(Data extracted from a collection)
........

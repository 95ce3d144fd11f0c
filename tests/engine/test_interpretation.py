"""Indicative correlations: values, sources, and the label that keeps them apart from results."""

from __future__ import annotations

import pytest

from server.engine.interpretation import (
    cc_skempton,
    cc_terzaghi_peck,
    cu_ratio_nc,
    interpret,
    remoulded_cu_kpa,
    swell_class,
    swell_potential,
)


def test_compression_index_from_the_liquid_limit() -> None:
    # Terzaghi & Peck (1967): 0.009 (LL - 10); Skempton (1944): 0.007 (LL - 10); LL 40 -> 0.27, 0.21.
    assert cc_terzaghi_peck(40) == pytest.approx(0.27)
    assert cc_skempton(40) == pytest.approx(0.21)


def test_remoulded_strength_is_a_hundred_times_larger_at_the_plastic_limit() -> None:
    # Wroth & Wood (1978): about 1.7 kPa at LL and 100 times that at PL (REFERENCES.md, from memory).
    assert remoulded_cu_kpa(1.0) == pytest.approx(1.7, abs=0.02)
    assert remoulded_cu_kpa(0.0) / remoulded_cu_kpa(1.0) == pytest.approx(100, rel=0.01)


def test_undrained_strength_ratio_of_a_normally_consolidated_clay() -> None:
    # Skempton (1957): 0.11 + 0.0037 PI; PI 20 -> 0.184.
    assert cu_ratio_nc(20) == pytest.approx(0.184)


def test_swell_potential_and_its_class() -> None:
    # Seed, Woodward & Lundgren (1962): S = 2.16e-3 PI^2.44; PI 30 -> 30^2.44 = 4019.5,
    # S = 8.68 % (computed), "high" (classes from memory: 5-25 % high).
    assert swell_potential(30) == pytest.approx(8.68, abs=0.01)
    assert swell_class(swell_potential(30)) == "high"
    assert swell_class(1.5) == "low" and swell_class(25.0) == "high" and swell_class(26.0) == "very high"


def test_every_entry_has_value_unit_source_and_says_indicative() -> None:
    notes = interpret(
        {"nonplastic": False, "liquid_limit": 39.67, "plasticity_index": 19.0, "liquidity_index": 0.75}
    )
    assert set(notes) == {
        "compression_index_undisturbed",
        "compression_index_remoulded",
        "remoulded_undrained_strength_kpa",
        "undrained_strength_ratio_nc",
        "swell_potential",
    }
    for entry in notes.values():
        assert {"value", "unit", "source"} <= set(entry)
        assert "indicative" in entry["basis"]
    assert notes["compression_index_undisturbed"]["value"] == pytest.approx(0.27)  # reported LL 40, T&P 1967


def test_a_nonplastic_soil_gets_no_correlations() -> None:
    assert interpret({"nonplastic": True, "liquid_limit": 30.0}) == {}


def test_notes_a_liquidity_index_outside_the_correlation_range() -> None:
    notes = interpret({"nonplastic": False, "plasticity_index": 10.0, "liquidity_index": 1.4})
    assert "extrapolated" in notes["remoulded_undrained_strength_kpa"]["note"]
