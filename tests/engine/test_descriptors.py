"""Class words for plasticity, state, consistency, activity and sensitivity, boundaries included."""

from __future__ import annotations

import math

import pytest

from server.engine.descriptors import (
    activity_class,
    consistency_class,
    describe,
    plasticity_basis,
    plasticity_class,
    sensitivity_class,
    state_class,
)


@pytest.mark.parametrize(
    ("pi", "word"),
    [
        (0, "non-plastic"),
        (1, "slight"),
        (5, "slight"),
        (6, "low"),
        (10, "low"),
        (11, "medium"),
        (20, "medium"),
        (21, "high"),
        (40, "high"),
        (41, "very high"),
    ],
)
def test_plasticity_follows_burmister_with_boundaries_in_the_lower_class(pi: float, word: str) -> None:
    # Burmister (1949) via REFERENCES.md; "> 40 very high" puts 40 in "high", boundaries read alike.
    assert plasticity_class(pi) == word


@pytest.mark.parametrize(
    ("ci", "word"),
    [
        (0.10, "very soft"),
        (0.25, "soft"),
        (0.49, "soft"),
        (0.50, "firm"),
        (0.74, "firm"),
        (0.75, "stiff"),
        (1.00, "stiff"),
        (1.01, "very stiff"),
    ],
)
def test_consistency_follows_iso_14688_2(ci: float, word: str) -> None:
    # ISO 14688-2 bands (confirmed; wording from memory): < 0.25, 0.25-0.50, 0.50-0.75, 0.75-1.00, > 1.00.
    assert consistency_class(ci) == word


@pytest.mark.parametrize(
    ("a", "word"), [(0.5, "inactive"), (0.75, "normal"), (1.25, "normal"), (1.26, "active")]
)
def test_activity_follows_skempton(a: float, word: str) -> None:
    # Skempton (1953): inactive < 0.75, normal 0.75-1.25, active > 1.25 (REFERENCES.md).
    assert activity_class(a) == word


@pytest.mark.parametrize(
    ("st", "word"),
    [
        (1.0, "insensitive"),
        (1.5, "low sensitivity"),
        (2.0, "low sensitivity"),
        (3.0, "medium sensitivity"),
        (4.0, "medium sensitivity"),
        (6.0, "sensitive"),
        (8.0, "sensitive"),
        (12.0, "extra-sensitive"),
        (16.0, "extra-sensitive"),
        (16.5, "quick"),
    ],
)
def test_sensitivity_follows_skempton_and_northey(st: float, word: str) -> None:
    # Skempton & Northey (1952): ~1, 1-2, 2-4, 4-8, 8-16, > 16 (confirmed, REFERENCES.md).
    assert sensitivity_class(st) == word


@pytest.mark.parametrize("st", [0.0, -2.0, math.inf, math.nan, True])
def test_sensitivity_class_refuses_a_ratio_that_is_not_positive(st: float) -> None:
    with pytest.raises(ValueError):
        sensitivity_class(st)


@pytest.mark.parametrize(
    ("li", "word"), [(-0.1, "semi-solid or solid"), (0.0, "plastic"), (1.0, "plastic"), (1.2, "liquid")]
)
def test_state_by_liquidity_index(li: float, word: str) -> None:
    # LI below 0 drier than PL, 0-1 plastic, above 1 liquid (definition of the index; common practice).
    assert state_class(li) == word


def test_describe_names_only_what_the_results_allow() -> None:
    assert describe({"nonplastic": True}) == {"plasticity": "non-plastic"}
    assert describe({"nonplastic": False, "plasticity_index": 19.0}) == {"plasticity": "medium"}


@pytest.mark.parametrize("end_point", [5, 10, 20, 40])
def test_a_pi_on_a_shared_end_point_takes_the_lower_class(end_point: float) -> None:
    # Burmister (1949) via REFERENCES.md: ranges 1-5, 5-10, 10-20, 20-40 share their end points; the
    # engine's rule (PLASTICITY_END_POINTS): the end point goes with the range below it.
    assert plasticity_class(end_point) == plasticity_class(end_point - 0.5)
    assert plasticity_class(end_point) != plasticity_class(end_point + 0.5)


def test_plasticity_basis_names_the_table_and_the_end_point_rule() -> None:
    basis = plasticity_basis()
    assert set(basis) == {"table", "end_points"}
    assert basis["table"].startswith("Burmister (1949)")  # REFERENCES.md "Indices"
    assert "lower class" in basis["end_points"]
    # The rule as written must be the rule as computed: each end point it names, in its class.
    for pi, word in ((5, "slight"), (10, "low"), (20, "medium"), (40, "high")):
        assert f"{pi} {word}" in basis["end_points"]
        assert plasticity_class(pi) == word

........

Which lines in the data above hold the word "values"? Return each of them.

"""Indicative correlations: values, sources, and the label that keeps them apart from results."""
    for entry in notes.values():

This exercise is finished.